* WORK ORDER
Reply with nothing but the number of lines in the data below where the word "Octree" occurs.

Stored data
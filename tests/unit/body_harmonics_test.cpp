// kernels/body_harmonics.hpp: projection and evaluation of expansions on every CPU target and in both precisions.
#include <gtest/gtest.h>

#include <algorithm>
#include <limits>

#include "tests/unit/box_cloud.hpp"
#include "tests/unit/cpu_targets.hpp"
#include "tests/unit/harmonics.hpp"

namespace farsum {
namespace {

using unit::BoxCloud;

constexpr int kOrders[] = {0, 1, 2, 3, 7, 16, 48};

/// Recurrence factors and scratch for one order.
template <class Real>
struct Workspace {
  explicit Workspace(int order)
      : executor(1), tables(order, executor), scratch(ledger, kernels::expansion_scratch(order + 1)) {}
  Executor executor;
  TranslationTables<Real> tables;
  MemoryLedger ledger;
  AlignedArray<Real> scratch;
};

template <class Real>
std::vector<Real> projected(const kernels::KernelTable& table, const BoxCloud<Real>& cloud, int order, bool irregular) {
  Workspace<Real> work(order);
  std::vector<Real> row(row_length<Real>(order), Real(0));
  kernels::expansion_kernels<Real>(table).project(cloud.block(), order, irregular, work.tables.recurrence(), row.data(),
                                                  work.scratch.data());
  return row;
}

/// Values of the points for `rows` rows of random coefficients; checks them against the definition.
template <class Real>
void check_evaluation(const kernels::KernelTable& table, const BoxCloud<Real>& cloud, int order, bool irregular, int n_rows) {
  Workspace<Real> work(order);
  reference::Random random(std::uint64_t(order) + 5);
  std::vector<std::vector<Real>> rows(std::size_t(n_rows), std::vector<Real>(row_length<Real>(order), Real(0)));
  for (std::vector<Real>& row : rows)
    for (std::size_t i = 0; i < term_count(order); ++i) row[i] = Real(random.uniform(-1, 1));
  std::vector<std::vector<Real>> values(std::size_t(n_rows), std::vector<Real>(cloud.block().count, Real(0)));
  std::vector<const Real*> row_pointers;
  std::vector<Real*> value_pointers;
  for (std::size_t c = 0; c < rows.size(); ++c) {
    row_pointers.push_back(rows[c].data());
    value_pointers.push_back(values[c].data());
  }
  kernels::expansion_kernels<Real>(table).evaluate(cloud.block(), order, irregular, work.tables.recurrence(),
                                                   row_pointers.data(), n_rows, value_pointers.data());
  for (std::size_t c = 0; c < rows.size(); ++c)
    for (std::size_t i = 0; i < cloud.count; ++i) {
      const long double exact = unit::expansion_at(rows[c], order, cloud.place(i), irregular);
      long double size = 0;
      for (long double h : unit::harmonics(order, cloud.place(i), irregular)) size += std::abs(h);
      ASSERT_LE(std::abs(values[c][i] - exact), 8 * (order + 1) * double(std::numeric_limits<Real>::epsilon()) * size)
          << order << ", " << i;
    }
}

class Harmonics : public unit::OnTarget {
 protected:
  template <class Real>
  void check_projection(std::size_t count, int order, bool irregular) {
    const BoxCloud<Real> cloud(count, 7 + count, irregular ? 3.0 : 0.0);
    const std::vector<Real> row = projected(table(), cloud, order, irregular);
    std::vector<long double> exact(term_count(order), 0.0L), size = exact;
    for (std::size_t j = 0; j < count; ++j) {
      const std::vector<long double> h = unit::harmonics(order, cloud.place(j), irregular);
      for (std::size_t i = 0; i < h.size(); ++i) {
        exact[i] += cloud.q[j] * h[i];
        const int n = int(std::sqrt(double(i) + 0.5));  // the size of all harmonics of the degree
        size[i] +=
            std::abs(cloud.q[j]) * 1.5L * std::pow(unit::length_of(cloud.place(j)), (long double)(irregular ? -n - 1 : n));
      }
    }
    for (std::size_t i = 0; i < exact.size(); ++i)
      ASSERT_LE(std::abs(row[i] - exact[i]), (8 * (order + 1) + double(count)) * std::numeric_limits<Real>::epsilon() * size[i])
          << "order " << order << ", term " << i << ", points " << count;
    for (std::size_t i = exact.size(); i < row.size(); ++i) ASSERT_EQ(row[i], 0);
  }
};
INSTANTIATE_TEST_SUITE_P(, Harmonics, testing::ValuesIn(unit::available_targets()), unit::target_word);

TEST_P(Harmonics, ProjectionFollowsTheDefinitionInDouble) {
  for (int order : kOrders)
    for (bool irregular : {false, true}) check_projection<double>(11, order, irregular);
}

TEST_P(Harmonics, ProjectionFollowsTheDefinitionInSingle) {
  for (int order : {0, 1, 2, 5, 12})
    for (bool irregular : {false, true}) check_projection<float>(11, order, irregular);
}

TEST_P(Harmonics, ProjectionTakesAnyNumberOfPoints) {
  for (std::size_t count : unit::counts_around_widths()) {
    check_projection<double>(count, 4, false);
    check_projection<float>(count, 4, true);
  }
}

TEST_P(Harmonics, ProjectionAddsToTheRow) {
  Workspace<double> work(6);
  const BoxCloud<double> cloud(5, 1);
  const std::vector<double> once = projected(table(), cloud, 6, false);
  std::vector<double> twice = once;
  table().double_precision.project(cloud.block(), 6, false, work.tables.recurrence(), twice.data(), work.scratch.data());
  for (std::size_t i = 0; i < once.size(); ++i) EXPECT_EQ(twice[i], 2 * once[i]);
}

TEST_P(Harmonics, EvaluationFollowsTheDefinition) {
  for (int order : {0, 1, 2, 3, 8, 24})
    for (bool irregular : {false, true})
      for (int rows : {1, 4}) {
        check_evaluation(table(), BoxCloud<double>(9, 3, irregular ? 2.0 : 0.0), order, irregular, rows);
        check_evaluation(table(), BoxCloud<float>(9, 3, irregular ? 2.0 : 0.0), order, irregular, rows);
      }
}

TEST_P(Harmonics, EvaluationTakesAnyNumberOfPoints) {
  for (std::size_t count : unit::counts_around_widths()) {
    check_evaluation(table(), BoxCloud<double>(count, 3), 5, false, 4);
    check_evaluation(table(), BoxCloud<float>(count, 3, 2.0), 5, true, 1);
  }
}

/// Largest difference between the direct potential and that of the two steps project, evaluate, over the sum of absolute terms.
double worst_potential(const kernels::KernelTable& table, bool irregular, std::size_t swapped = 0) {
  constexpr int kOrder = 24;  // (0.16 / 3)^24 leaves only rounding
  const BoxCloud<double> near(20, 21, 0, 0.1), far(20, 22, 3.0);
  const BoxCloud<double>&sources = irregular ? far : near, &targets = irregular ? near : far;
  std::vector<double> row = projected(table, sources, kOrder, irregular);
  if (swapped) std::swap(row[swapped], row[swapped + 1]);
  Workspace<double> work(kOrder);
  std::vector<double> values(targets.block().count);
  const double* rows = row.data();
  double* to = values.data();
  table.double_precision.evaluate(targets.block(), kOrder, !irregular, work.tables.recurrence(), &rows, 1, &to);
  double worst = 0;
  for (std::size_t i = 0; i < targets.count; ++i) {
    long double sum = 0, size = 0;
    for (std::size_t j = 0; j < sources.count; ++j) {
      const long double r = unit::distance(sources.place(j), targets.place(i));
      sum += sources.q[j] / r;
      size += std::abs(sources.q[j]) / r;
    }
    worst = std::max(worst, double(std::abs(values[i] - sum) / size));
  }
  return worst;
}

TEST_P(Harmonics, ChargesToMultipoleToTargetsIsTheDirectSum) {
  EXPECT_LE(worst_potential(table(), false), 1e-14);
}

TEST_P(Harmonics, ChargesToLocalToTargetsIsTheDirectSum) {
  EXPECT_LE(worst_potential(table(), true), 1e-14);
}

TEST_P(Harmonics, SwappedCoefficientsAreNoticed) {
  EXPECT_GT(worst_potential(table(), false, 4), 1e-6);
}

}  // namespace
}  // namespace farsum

---

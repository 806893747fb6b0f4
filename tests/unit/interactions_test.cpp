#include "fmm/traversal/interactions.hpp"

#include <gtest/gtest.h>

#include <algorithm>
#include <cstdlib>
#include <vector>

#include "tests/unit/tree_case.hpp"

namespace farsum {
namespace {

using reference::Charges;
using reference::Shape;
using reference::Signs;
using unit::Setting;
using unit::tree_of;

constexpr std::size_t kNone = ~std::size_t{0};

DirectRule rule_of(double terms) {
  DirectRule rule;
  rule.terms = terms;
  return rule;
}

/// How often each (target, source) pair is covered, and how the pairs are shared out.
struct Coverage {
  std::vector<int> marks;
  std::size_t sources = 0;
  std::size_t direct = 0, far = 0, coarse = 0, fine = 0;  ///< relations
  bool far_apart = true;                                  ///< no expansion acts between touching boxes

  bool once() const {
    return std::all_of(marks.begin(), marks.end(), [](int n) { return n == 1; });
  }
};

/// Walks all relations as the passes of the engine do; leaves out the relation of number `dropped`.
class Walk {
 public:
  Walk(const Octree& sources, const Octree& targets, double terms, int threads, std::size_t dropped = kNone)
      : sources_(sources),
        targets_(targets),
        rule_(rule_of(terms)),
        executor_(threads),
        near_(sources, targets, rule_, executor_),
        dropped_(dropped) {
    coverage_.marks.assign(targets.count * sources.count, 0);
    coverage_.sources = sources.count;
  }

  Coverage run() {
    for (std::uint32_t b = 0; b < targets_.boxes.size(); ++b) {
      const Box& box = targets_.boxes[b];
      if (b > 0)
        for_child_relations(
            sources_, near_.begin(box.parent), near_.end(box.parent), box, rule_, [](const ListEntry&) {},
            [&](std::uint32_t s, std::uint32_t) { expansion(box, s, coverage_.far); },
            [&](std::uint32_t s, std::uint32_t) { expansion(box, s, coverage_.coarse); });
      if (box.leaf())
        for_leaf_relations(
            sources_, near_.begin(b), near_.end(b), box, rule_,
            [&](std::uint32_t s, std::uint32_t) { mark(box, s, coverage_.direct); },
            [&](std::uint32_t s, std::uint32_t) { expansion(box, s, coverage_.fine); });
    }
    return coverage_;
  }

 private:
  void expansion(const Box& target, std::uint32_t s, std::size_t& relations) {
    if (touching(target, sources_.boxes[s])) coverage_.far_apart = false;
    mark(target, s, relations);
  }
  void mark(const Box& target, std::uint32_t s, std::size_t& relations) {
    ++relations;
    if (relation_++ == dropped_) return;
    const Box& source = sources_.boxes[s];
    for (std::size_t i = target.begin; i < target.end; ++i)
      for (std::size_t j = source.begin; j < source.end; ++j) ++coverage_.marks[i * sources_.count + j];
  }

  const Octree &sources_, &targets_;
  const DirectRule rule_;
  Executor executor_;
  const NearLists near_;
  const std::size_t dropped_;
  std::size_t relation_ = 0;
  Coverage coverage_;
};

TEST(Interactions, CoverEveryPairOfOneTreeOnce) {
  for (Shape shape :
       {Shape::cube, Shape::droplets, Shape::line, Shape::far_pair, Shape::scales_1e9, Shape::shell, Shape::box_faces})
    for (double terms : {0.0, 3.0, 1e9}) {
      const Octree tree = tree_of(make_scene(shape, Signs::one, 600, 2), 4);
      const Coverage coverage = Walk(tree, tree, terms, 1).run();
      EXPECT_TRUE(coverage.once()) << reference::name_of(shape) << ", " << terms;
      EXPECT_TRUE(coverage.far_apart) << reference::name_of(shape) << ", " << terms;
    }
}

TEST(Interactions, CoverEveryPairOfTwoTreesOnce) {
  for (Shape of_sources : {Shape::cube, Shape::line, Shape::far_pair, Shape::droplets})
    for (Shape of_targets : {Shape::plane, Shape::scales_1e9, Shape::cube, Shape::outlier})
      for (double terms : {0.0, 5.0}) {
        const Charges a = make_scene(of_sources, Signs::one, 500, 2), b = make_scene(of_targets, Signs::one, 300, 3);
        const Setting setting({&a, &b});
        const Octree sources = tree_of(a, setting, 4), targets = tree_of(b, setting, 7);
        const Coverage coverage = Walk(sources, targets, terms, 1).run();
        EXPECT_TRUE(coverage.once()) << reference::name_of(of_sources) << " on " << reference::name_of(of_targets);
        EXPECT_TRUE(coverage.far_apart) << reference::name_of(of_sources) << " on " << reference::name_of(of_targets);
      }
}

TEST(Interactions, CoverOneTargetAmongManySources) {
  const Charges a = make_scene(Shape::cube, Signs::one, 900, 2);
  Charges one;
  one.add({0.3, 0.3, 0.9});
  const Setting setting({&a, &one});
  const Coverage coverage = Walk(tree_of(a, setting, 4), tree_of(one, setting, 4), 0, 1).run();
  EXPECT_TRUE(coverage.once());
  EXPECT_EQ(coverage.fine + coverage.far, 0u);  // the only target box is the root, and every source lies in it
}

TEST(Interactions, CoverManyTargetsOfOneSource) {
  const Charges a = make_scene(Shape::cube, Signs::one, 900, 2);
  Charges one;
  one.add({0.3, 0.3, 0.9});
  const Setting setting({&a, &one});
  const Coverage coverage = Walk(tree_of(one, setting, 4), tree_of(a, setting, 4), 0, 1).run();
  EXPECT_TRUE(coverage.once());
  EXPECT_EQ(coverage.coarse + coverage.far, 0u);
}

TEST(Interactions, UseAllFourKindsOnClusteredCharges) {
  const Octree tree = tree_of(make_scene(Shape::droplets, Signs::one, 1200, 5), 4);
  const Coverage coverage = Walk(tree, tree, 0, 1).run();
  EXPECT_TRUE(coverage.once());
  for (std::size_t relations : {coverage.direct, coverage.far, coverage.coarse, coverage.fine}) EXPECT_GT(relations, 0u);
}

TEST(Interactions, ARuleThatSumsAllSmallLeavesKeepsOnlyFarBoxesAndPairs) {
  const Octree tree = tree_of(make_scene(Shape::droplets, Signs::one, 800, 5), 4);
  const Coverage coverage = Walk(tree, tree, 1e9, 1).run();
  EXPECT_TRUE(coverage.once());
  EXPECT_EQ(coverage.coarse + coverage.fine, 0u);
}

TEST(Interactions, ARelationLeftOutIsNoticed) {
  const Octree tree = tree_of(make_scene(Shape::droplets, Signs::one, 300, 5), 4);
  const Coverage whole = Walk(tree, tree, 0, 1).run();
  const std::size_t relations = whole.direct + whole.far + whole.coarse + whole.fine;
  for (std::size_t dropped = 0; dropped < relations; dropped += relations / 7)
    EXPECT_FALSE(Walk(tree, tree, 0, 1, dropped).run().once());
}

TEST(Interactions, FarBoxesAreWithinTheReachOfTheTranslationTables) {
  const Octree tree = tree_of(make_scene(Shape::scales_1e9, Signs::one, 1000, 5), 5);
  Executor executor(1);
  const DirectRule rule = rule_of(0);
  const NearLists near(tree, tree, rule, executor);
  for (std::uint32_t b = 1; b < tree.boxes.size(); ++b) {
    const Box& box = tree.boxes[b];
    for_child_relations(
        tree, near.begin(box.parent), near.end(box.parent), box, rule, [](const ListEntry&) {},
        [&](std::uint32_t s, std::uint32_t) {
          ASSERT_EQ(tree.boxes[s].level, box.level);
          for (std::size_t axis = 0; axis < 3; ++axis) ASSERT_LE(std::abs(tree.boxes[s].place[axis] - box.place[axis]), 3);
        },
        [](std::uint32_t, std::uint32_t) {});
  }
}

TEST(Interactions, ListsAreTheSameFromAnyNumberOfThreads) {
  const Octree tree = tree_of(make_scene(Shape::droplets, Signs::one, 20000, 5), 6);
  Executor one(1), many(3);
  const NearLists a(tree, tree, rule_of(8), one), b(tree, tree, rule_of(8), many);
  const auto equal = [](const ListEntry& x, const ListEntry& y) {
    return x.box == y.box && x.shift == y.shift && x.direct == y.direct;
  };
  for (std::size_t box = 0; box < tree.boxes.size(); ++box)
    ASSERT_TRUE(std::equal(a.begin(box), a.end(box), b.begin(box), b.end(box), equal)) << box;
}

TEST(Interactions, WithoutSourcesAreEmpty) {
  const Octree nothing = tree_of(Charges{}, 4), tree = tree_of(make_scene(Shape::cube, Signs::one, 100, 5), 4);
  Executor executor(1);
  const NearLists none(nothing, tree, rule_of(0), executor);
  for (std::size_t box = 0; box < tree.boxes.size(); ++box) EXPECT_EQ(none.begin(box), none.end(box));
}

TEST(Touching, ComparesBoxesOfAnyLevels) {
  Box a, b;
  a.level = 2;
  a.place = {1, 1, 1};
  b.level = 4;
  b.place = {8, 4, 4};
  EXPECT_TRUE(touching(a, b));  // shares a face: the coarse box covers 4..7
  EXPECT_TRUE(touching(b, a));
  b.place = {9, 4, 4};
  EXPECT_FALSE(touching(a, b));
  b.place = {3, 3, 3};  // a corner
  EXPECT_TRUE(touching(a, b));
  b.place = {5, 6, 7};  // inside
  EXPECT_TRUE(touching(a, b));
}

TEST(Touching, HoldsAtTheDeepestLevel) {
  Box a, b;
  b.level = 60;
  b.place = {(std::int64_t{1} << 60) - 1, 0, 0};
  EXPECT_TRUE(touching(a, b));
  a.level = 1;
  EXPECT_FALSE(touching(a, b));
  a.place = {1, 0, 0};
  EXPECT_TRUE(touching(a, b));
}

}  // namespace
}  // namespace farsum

==

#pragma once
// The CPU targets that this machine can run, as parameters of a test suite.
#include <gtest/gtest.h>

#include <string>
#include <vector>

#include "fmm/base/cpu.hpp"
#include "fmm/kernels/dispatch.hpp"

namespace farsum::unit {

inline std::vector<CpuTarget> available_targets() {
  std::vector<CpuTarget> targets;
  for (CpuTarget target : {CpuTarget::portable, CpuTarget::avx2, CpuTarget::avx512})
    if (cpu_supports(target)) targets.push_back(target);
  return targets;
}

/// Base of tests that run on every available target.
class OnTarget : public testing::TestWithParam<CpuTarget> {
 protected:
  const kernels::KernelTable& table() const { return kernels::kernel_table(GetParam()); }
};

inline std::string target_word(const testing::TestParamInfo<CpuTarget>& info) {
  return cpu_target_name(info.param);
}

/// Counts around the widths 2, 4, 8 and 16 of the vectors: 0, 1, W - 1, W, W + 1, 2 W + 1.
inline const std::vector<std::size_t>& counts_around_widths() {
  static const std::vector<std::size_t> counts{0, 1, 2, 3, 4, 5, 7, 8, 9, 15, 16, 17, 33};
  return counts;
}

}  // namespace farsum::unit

* COMPLETED EXERCISE
10